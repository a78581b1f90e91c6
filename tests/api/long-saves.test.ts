import pg from 'pg';
import { afterAll, beforeAll, expect, test } from 'vitest';
import {
  benchSchema,
  type DraftContent,
  labSchema,
  cabinetPlateSchema,
  problemSchema,
  type Protocol,
  protocolSchema,
  type ShownSolution,
  versionListSchema,
} from '../../shared/schemas';
import { answered, call } from './support/calls';
import { type Agent, type Harness, startHarness } from './support/harness';
import {
  benchBody,
  join,
  makeLab,
  plateBody,
  quarterBody,
  quarterCalibration,
  shownFor,
  target,
  type TestLab,
} from './support/lab';

// Six plates take a good part of a second a row: long enough to do something else meanwhile.
const expressions = Array.from({ length: 14 }, (_, k) => `bloch(${20 + 10 * k}deg, ${40 * k}deg)`);

let harness: Harness;
let lead: Agent;
let other: Agent;
let lab: TestLab;
let watcher: pg.Client;
let plateIds: readonly string[];
let benchId: string;
let draft: DraftContent;
let shown: ShownSolution[] | null = null;
beforeAll(async () => {
  harness = await startHarness();
  lead = await harness.signIn('adaeze-holm');
  other = await harness.signIn('oskar-lindqvist');
  lab = await makeLab(harness, lead, 'Own lab');
  await join(harness, lead, lab.labId, other, 'lead');
  watcher = new pg.Client({ connectionString: harness.testDatabase.adminUrl });
  await watcher.connect();
  const ids: string[] = [];
  for (const [k, made] of [
    quarterBody,
    plateBody,
    quarterBody,
    plateBody,
    quarterBody,
    plateBody,
  ].entries()) {
    const { id } = await answered(
      call(harness, lead, 'post', at('/plates'), { body: made(`P-${k}`) }),
      cabinetPlateSchema,
    );
    ids.push(id);
  }
  plateIds = ids;
  const bench = await answered(
    call(harness, lead, 'post', at('/benches'), { body: benchBody(plateIds, 'long arm') }),
    benchSchema,
  );
  benchId = bench.id;
  draft = {
    name: 'Many rows',
    purpose: '',
    kind: 'prepare',
    benchId,
    objective: 'least-expected-infidelity',
    presentDialsDeg: null,
    toleranceInfidelity: 1e-3,
    targets: expressions.map((expression, k) => target(`t${k}`, expression)),
  };
}, 120_000);
afterAll(async () => {
  await watcher.end();
  await harness.close();
});

const at = (path: string) => `/labs/${lab.labId}${path}`;
const begin = () => answered(call(harness, lead, 'post', at('/protocols'), { body: draft }), protocolSchema);

/** What the page shows of this draft: solved once, since only ids change. */
async function shownOf({ draft: { content } }: Protocol): Promise<ShownSolution[]> {
  shown ??= await shownFor(harness, lead, lab.labId, content);
  return shown.map((one, k) => ({ ...one, targetId: content.targets[k]?.id ?? '' }));
}

interface Saving {
  readonly finished: () => boolean;
  readonly answer: Promise<Awaited<ReturnType<typeof call>>>;
}

async function startSaving(protocol: Protocol, agent = lead): Promise<Saving> {
  const body = { message: 'All of them', shown: await shownOf(protocol) };
  let isFinished = false;
  const ask = async () => {
    const response = await call(harness, agent, 'post', at(`/protocols/${protocol.id}/versions`), {
      body,
      ifMatch: `"r${protocol.draft.revision}"`,
    });
    isFinished = true;
    return response;
  };
  const answer = ask();
  // Until it is read and the first rows are being solved.
  await new Promise((resolve) => {
    setTimeout(resolve, 300);
  });
  expect(isFinished).toBe(false);
  return { finished: () => isFinished, answer };
}

const codeOf = (text: string) => problemSchema.parse(JSON.parse(text)).type.split(':').at(-1);

test('while a long protocol is frozen, others are answered and no transaction stays open', async () => {
  const saving = await startSaving(await begin());
  let answeredMeanwhile = 0;
  while (!saving.finished()) {
    expect((await call(harness, other, 'get', at('/benches'))).status).toBe(200);
    if (saving.finished()) break;
    answeredMeanwhile += 1;
    const { rows } = await watcher.query(
      `select 1 from pg_stat_activity where usename = 'quarterturn_app' and xact_start < now() - interval '300 ms'`,
    );
    if (!saving.finished()) expect(rows).toEqual([]);
  }
  expect(answeredMeanwhile).toBeGreaterThan(2);
  expect((await saving.answer).status).toBe(201);
});

test('a person has one version worked out at a time; another person is not kept waiting by it', async () => {
  const [mine, second, theirs] = [await begin(), await begin(), await begin()];
  const saving = await startSaving(mine);
  const refused = await call(harness, lead, 'post', at(`/protocols/${second.id}/versions`), {
    body: { message: 'At once', shown: await shownOf(second) },
    ifMatch: '"r1"',
  });
  expect([refused.status, codeOf(refused.text)]).toEqual([409, 'still-freezing']);
  const beside = await startSaving(theirs, other);
  expect((await saving.answer).status).toBe(201);
  expect((await beside.answer).status).toBe(201);
  expect((await (await startSaving(second)).answer).status).toBe(201);
});

test('a draft that is saved meanwhile is refused, and no version of the old one is kept', async () => {
  const protocol = await begin();
  const saving = await startSaving(protocol);
  const put = await call(harness, other, 'put', at(`/protocols/${protocol.id}/draft`), {
    body: { ...protocol.draft.content, purpose: 'Changed meanwhile' },
    ifMatch: '"r1"',
  });
  expect([put.status, saving.finished()]).toEqual([200, false]);
  const refused = await saving.answer;
  expect([refused.status, codeOf(refused.text)]).toEqual([412, 'changed-meanwhile']);
  const { items } = await answered(
    call(harness, lead, 'get', at(`/protocols/${protocol.id}/versions`)),
    versionListSchema,
  );
  expect(items).toEqual([]);
});

test.for([
  ['a plate that is calibrated', () => calibrated(), [409, 'bench-changed-meanwhile']],
  ['a bench that is renamed', () => renamed(), [409, 'bench-changed-meanwhile']],
  // It makes every draft older.
  ['a convention that is changed', () => otherConvention(), [412, 'changed-meanwhile']],
] as const)('%s meanwhile makes the version refused', async ([, change, refusal]) => {
  const protocol = await begin();
  const saving = await startSaving(protocol);
  await change();
  expect(saving.finished()).toBe(false);
  const refused = await saving.answer;
  expect([refused.status, codeOf(refused.text)]).toEqual(refusal);
});

async function calibrated() {
  const response = await call(harness, other, 'post', at(`/plates/${plateIds[0] ?? ''}/calibrations`), {
    body: quarterCalibration({ measuredAt: '2026-07-01T10:00:00Z' }),
  });
  expect(response.status).toBe(201);
}

async function renamed() {
  const { revision } = await answered(call(harness, other, 'get', at(`/benches/${benchId}`)), benchSchema);
  const response = await call(harness, other, 'put', at(`/benches/${benchId}`), {
    body: benchBody(plateIds, 'longer arm'),
    ifMatch: `"r${revision}"`,
  });
  expect(response.status).toBe(200);
}

async function otherConvention() {
  const body = { convention: { phase: 'wt-kz', handedness: 'source', s3Sign: 'R' } };
  await answered(call(harness, other, 'patch', at(''), { body }), labSchema);
}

The problem:
The required output is the set of lines from the first line of the data through the line that contains "const bench = await", transcribed exactly.

Task output:
repository a78581b1f90e91c6
filename tests/api/long-saves.test.ts
import pg from 'pg';
import { afterAll, beforeAll, expect, test } from 'vitest';
import {
  benchSchema,
  type DraftContent,
  labSchema,
  cabinetPlateSchema,
  problemSchema,
  type Protocol,
  protocolSchema,
  type ShownSolution,
  versionListSchema,
} from '../../shared/schemas';
import { answered, call } from './support/calls';
import { type Agent, type Harness, startHarness } from './support/harness';
import {
  benchBody,
  join,
  makeLab,
  plateBody,
  quarterBody,
  quarterCalibration,
  shownFor,
  target,
  type TestLab,
} from './support/lab';

// Six plates take a good part of a second a row: long enough to do something else meanwhile.
const expressions = Array.from({ length: 14 }, (_, k) => `bloch(${20 + 10 * k}deg, ${40 * k}deg)`);

let harness: Harness;
let lead: Agent;
let other: Agent;
let lab: TestLab;
let watcher: pg.Client;
let plateIds: readonly string[];
let benchId: string;
let draft: DraftContent;
let shown: ShownSolution[] | null = null;
beforeAll(async () => {
  harness = await startHarness();
  lead = await harness.signIn('adaeze-holm');
  other = await harness.signIn('oskar-lindqvist');
  lab = await makeLab(harness, lead, 'Own lab');
  await join(harness, lead, lab.labId, other, 'lead');
  watcher = new pg.Client({ connectionString: harness.testDatabase.adminUrl });
  await watcher.connect();
  const ids: string[] = [];
  for (const [k, made] of [
    quarterBody,
    plateBody,
    quarterBody,
    plateBody,
    quarterBody,
    plateBody,
  ].entries()) {
    const { id } = await answered(
      call(harness, lead, 'post', at('/plates'), { body: made(`P-${k}`) }),
      cabinetPlateSchema,
    );
    ids.push(id);
  }
  plateIds = ids;
  const bench = await answered(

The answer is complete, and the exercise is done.